Андерсен опрометью бросился встречать гостя. Кот с непонятным энтузиазмом обнюхал широченные, короткие, когда-то зелёного цвета брюки посетителя и замер в позе ожидания. И точно, — нюх не подвёл Андерсена: бомж запустил руку в глубокий карман штанов, достал оттуда маленькую, завернутую в целлофан рыбку и, развернув, радостно бросил её прямо на пол.

— Вот, братан!.. Специально для тебя, в Обводном канале поймал, — гордо сказал он коту.

Андерсен даже зажмурился от восторга. Он бочком подошёл к рыбке, одной лапкой дотронулся до неё, потом, подцепив когтями, подбросил вверх. Рыбка, проделав сальто в воздухе, шлепнулась на пол. Андерсен, выгнув спину, бочком попятился прочь от тушки, потом так же бочком приблизился и повторил всё сначала. В общем, когда рыбка достаточно налеталась, Андерсен с довольным урчанием очень быстро уплел неожиданное угощение.

Сначала мне захотелось для порядка возмутиться чем-нибудь: или тем, что рыбка выловлена из грязного Обводного канала, или тем, что бомж её прямо на пол бросил, но устроенное Андерсеном шоу вдребезги разбило мою решимость. Тем более, что, взглянув на них обоих, — на бомжа и на Андерсена, — я почувствовала между ними такое взаимопонимание, что возмутиться стало и вовсе не возможно.

— Ну, хорошо, давайте посмотрим ваши книги, — благодушно сказала я.

В связке было шесть книг… Три из них для детей, в том числе «Семь подземных королей» и «Жёлтый туман» А. Волкова, — обе с классическими иллюстрациями Владимирского. Третьей детской книгой оказалась «Голубая чашка» Гайдара. Остальные: «Новеллы» Гофмана, «Дары волхвов» О. Генри и «Мистерии» Гамсуна.

Несмотря на то, что у нас уже были в наличии О. Генри и Гамсун, я, почему-то решила взять все книги.

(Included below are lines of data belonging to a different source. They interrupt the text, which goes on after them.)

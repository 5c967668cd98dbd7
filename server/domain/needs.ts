/*
 * Needs arithmetic: what a restorer still has to buy, from a teardown checklist plus manual wants.
 */

export const teardownStatuses = ['not_inspected', 'reuse', 'refurbish', 'replace', 'missing', 'wrong_part'] as const;
export type TeardownStatus = (typeof teardownStatuses)[number];

export interface TeardownLine {
  lineId: string;
  partId: string;
  qtyPerAssembly: number;
  status: TeardownStatus;
  /** Correct, usable pieces of this part already in hand for this line. */
  usableOnHand: number;
}

export interface ManualWant {
  partId: string;
  quantity: number;
  /** Optional reference the caller keeps (e.g. a wants-list row id). */
  wantId?: string;
}

export type NeedSource =
  | { kind: 'teardown'; lineId: string; status: 'replace' | 'missing' | 'wrong_part'; quantity: number }
  | { kind: 'manual'; wantId?: string; quantity: number };

export interface Need {
  partId: string;
  quantity: number;
  sources: NeedSource[];
}

export interface NeedsResult {
  needs: Need[];
  /** Lines nobody has looked at yet: they may hide needs, so the UI should say so. */
  notInspectedLineIds: string[];
}

function fail(message: string): never {
  throw new RangeError(message);
}

function checkCount(value: number, name: string, allowZero: boolean): void {
  if (!Number.isSafeInteger(value) || value < (allowZero ? 0 : 1)) {
    fail(`${name} must be ${allowZero ? 'a non-negative' : 'a positive'} integer, got ${value}`);
  }
}

/** Units one teardown line asks for; reuse, refurbish and not yet inspected lines ask for none. */
export function neededForLine(line: TeardownLine): number {
  switch (line.status) {
    case 'replace':
    case 'missing':
    // A wrong part found in the assembly (an earlier repair's mistake) is not the part the line calls for:
    // it counts as a replacement; usableOnHand counts only correct pieces.
    case 'wrong_part':
      return Math.max(0, line.qtyPerAssembly - line.usableOnHand);
    case 'not_inspected':
    case 'reuse':
    case 'refurbish':
      return 0;
  }
}

/**
 * Needs from teardown lines and manual wants, one entry per part: quantities of the same part are summed
 * across lines and wants, keeping each line's and want's reference. Order: first appearance (lines, then wants).
 */
export function computeNeeds(lines: readonly TeardownLine[], wants: readonly ManualWant[] = []): NeedsResult {
  const byPart = new Map<string, Need>();
  const notInspectedLineIds: string[] = [];
  const seenLines = new Set<string>();
  const entry = (partId: string): Need => {
    let need = byPart.get(partId);
    if (!need) {
      need = { partId, quantity: 0, sources: [] };
      byPart.set(partId, need);
    }
    return need;
  };
  lines.forEach((line, i) => {
    const label = `lines[${i}]`;
    if (typeof line.lineId !== 'string' || line.lineId === '') fail(`${label}.lineId must be a non-empty string`);
    if (seenLines.has(line.lineId)) fail(`${label}.lineId ${line.lineId} appears twice`);
    seenLines.add(line.lineId);
    if (typeof line.partId !== 'string' || line.partId === '') fail(`${label}.partId must be a non-empty string`);
    checkCount(line.qtyPerAssembly, `${label}.qtyPerAssembly`, false);
    checkCount(line.usableOnHand, `${label}.usableOnHand`, true);
    if (!(teardownStatuses as readonly string[]).includes(line.status)) fail(`${label}.status ${String(line.status)} is not a teardown status`);
    if (line.status === 'not_inspected') notInspectedLineIds.push(line.lineId);
    const quantity = neededForLine(line);
    if (quantity === 0) return;
    const need = entry(line.partId);
    need.quantity += quantity;
    need.sources.push({
      kind: 'teardown',
      lineId: line.lineId,
      status: line.status as 'replace' | 'missing' | 'wrong_part',
      quantity,
    });
  });
  wants.forEach((want, i) => {
    const label = `wants[${i}]`;
    if (typeof want.partId !== 'string' || want.partId === '') fail(`${label}.partId must be a non-empty string`);
    checkCount(want.quantity, `${label}.quantity`, false);
    const need = entry(want.partId);
    need.quantity += want.quantity;
    need.sources.push(want.wantId === undefined ? { kind: 'manual', quantity: want.quantity } : { kind: 'manual', wantId: want.wantId, quantity: want.quantity });
  });
  return { needs: [...byPart.values()], notInspectedLineIds };
}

Видимо, хорошо зная порядок, бомж снова засунул руку в карман своих полинявших, когда-то зелёных штанов, и извлёк оттуда справку, которая, так же, как и рыбка, была завёрнута в целлофан, — такие справки дают бездомным в качестве временной замены паспорта. В справке говорилось, что бомжа зовут Серафимом Васильевичем. «Какое редкое имя — Серафим! — подумала я. — Никогда не встречала людей с таким именем».

Бомж Серафим оказался очень начитанным: когда я рассматривала принесённые книги, он умудрялся давать им такие точные характеристики, что было ясно — он хорошо знает и авторов, и произведения. А «Голубую чашку» ему, оказывается, читали в детстве родители. «Да, конечно, ведь бомжами не рождаются!..» — глубокомысленно рассудила я.

Всё время пока мы рассматривали книги, Андерсен не отходил от Серафима ни на шаг, смотрел ему в глаза и жадно внимал каждому слову. Можно было подумать, что Андерсену очень важно, как Серафим относится к О. Генри и Гофману.

Изольда тоже, по-моему, очень внимательно прислушивалась к нашей беседе, но виду старалась не подавать. Она сидела на стуле за столиком, выпрямившись, словно королева, и иногда украдкой смотрела на нашего посетителя. «Наверно, она сейчас сидит и тихо презирает его», — предположила я. — А может, наоборот, пытается бороться с презрением, сообразно, со своей новой философией — «быть ближе к жизни».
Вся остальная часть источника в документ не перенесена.